Australian billionaire Gina Rinehart has launched a flank attack on her wilful children, threatening to cut off their insurance against ransom if they do not agree to keep family disputes secret.
Rinehart, daughter of pioneering mining magnate Lang Hancock, is the nation's richest person and is increasing her potential influenceeven further with significant stakes in the Ten Network and the Fairfax group.
She is now fighting efforts by media organisations - including Fairfax - to allow reporting of the bid by her three eldest children to remove her as trustee of the Hope Margaret Hancock trust.
The trust, established by Hancock for Rinehart's four children, holds about 25 per cent of the family company. Hope Rinehart Welker, John Langley Hancock and Bianca Hope Rinehart have taken their mother to court. Ginia Rinehart, 25, the youngest daughter, opposes her siblings' action.
Last week Rinehart asked the NSW Supreme Court to suppress reporting of documents related to the case on the grounds that the safety of the family would be put at risk.
Lawyers produced a security risk assessment warning that Rinehart and her children would be placed at risk from "criminals and deranged persons" if case details were published.
The court found suppression of the documents was not necessary to protect their safety, allowing international publication of correspondence including emails begging money to pay for bodyguards and household staff.
The order will be argued again in the High Court on March 9.
Yesterday Fairfax newspapers reported that Rinehart had threatened to withdraw the ransom insurance policy taken out to protect her three oldest children if their lawyers did not reverse their opposition to the suppression order before a NSW Supreme Court duty judge.
The Sydney Morning Herald quoted a letter from Rinehart's lawyer to their counsel, concluding that the children's failure to support her application for suppression indicated they were no longer worried about their security.

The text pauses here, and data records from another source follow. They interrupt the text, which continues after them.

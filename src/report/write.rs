//! Writing the output folder atomically: everything goes to a hidden temporary folder beside
//! the target, which is renamed into place only when complete, so an interrupted run leaves
//! either the old report or the new one, never a mix.

use crate::error::Error;
use std::fs;
use std::path::{Path, PathBuf};

/// One file of the output folder.
pub struct OutputFile {
    /// File name inside the plan's folder.
    pub name: String,
    /// Contents.
    pub bytes: Vec<u8>,
}

fn output_error(path: &Path, reason: impl std::fmt::Display) -> Error {
    Error::Output {
        path: path.to_owned(),
        reason: reason.to_string(),
    }
}

/// Checks that `out_dir` is usable (an existing folder, or creatable) without writing.
pub fn check_output_dir(out_dir: &Path) -> Result<(), Error> {
    if out_dir.exists() && !out_dir.is_dir() {
        return Err(output_error(out_dir, "exists and is not a folder; pass a folder to --out"));
    }
    Ok(())
}

/// Writes `files` as `out_dir/<name>/`, replacing any previous report of that name whole.
pub fn write_report_folder(out_dir: &Path, name: &str, files: &[OutputFile]) -> Result<PathBuf, Error> {
    check_output_dir(out_dir)?;
    fs::create_dir_all(out_dir).map_err(|e| output_error(out_dir, e))?;
    let target = out_dir.join(name);
    let staging = out_dir.join(format!(".{name}.partial-{}", std::process::id()));
    if staging.exists() {
        fs::remove_dir_all(&staging).map_err(|e| output_error(&staging, e))?;
    }
    let result = (|| {
        fs::create_dir(&staging).map_err(|e| output_error(&staging, e))?;
        for file in files {
            let path = staging.join(&file.name);
            fs::write(&path, &file.bytes).map_err(|e| output_error(&path, e))?;
        }
        let previous = out_dir.join(format!(".{name}.previous-{}", std::process::id()));
        if target.exists() {
            fs::rename(&target, &previous).map_err(|e| output_error(&target, e))?;
        }
        fs::rename(&staging, &target).map_err(|e| output_error(&target, e))?;
        if previous.exists() {
            fs::remove_dir_all(&previous).map_err(|e| output_error(&previous, e))?;
        }
        Ok(target.clone())
    })();
    if result.is_err() && staging.exists() {
        let _ = fs::remove_dir_all(&staging);
    }
    result
}
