/// A range of emitter resistance where every line holds.
#[derive(Debug, Clone, Copy, PartialEq)]
pub struct Window {
    /// Least value that holds, Ω.
    pub low: f64,
    /// Greatest value that holds, Ω.
    pub high: f64,
    /// `low` is the range's `from` (the window may extend below it).
    pub low_at_end: bool,
    /// `high` is the range's `to` (the window may extend above it).
    pub high_at_end: bool,
}

/// A budget line that no scanned value meets.
#[derive(Debug, Clone, PartialEq)]
pub struct Unreachable {
    /// Index of the line in the plan's budget.
    pub line: usize,
    /// The best value it reaches (`None`: below the floor or unbounded).
    pub best_value: Option<f64>,
    /// The margin there (negative), dB.
    pub best_margin: Option<f64>,
    /// Where the best value occurs, Ω.
    pub at_emitter_resistance: f64,
    /// The corner giving that (worst-corner) value.
    pub corner: String,
    /// The best value is at an end of the range (`None`: inside it).
    pub at_end: Option<RangeEnd>,
}

/// The sizing of one stage at one temperature.
#[derive(Debug, Clone)]
pub struct SizingOutcome {
    /// Stage name.
    pub stage: String,
    /// Temperature, °C.
    pub temperature_c: f64,
    /// Whether a value holding every line was found.
    pub met: bool,
    /// The least value holding every line, or the best trial when none does.
    pub chosen: Trial,
    /// What decided it.
    pub binding: Binding,
    /// Worst line margin at the chosen value, dB.
    pub worst_margin: f64,
    /// Corner with the least margin at the chosen value.
    pub binding_corner: String,
    /// Small-signal gain at the lower end of the range, dB.
    pub reference_gain_db: f64,
    /// Whether headroom, not distortion, decided the result.
    pub headroom_binds: bool,
    /// The uniform scan.
    pub scan: Vec<Trial>,
    /// Least scanned R_E meeting every line except the noise lines, Ω.
    pub distortion_least: Option<f64>,
    /// Greatest scanned R_E meeting every noise line, Ω.
    pub noise_greatest: Option<f64>,
    /// When no value meets both: how far apart the two ranges are, Ω.
    pub conflict_gap: Option<f64>,
    /// The windows where every line holds, in increasing R_E.
    pub windows: Vec<Window>,
    /// Lines no scanned value meets.
    pub unreachable: Vec<Unreachable>,
    /// Advice about the range's ends.
    pub hints: Vec<RangeHint>,
    /// The guard band the windows were found with, dB.
    pub guard_band_db: f64,
}

/// Which lines a holding test counts, and with what guard band.
#[derive(Debug, Clone)]
pub(crate) struct Criterion {
    pub(crate) counted: Vec<bool>,
    guard_band_db: f64,
    /// Lines whose margin is in volts (collector-base margin): they hold by their own limit,
    /// not by the guard band in dB.
    pub(crate) volts: Vec<bool>,
}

"We can only presume that your clients' previously stated concerns for the personal safety of their families and themselves have now completely and entirely disappeared," Paul McCann, a partner at Corrs Chambers Westgarth, said in the letter cited by the SMH. "Under these circumstances, it seems your clients would place no value in the continuation of 'ransom insurance' that is currently provided to them and/or their young children.
"Our client has been reluctant to discontinue the relevant insurance policies [but] given your clients' about-turn ... our client is now exposed to attack by your clients if she continues this insurance for them."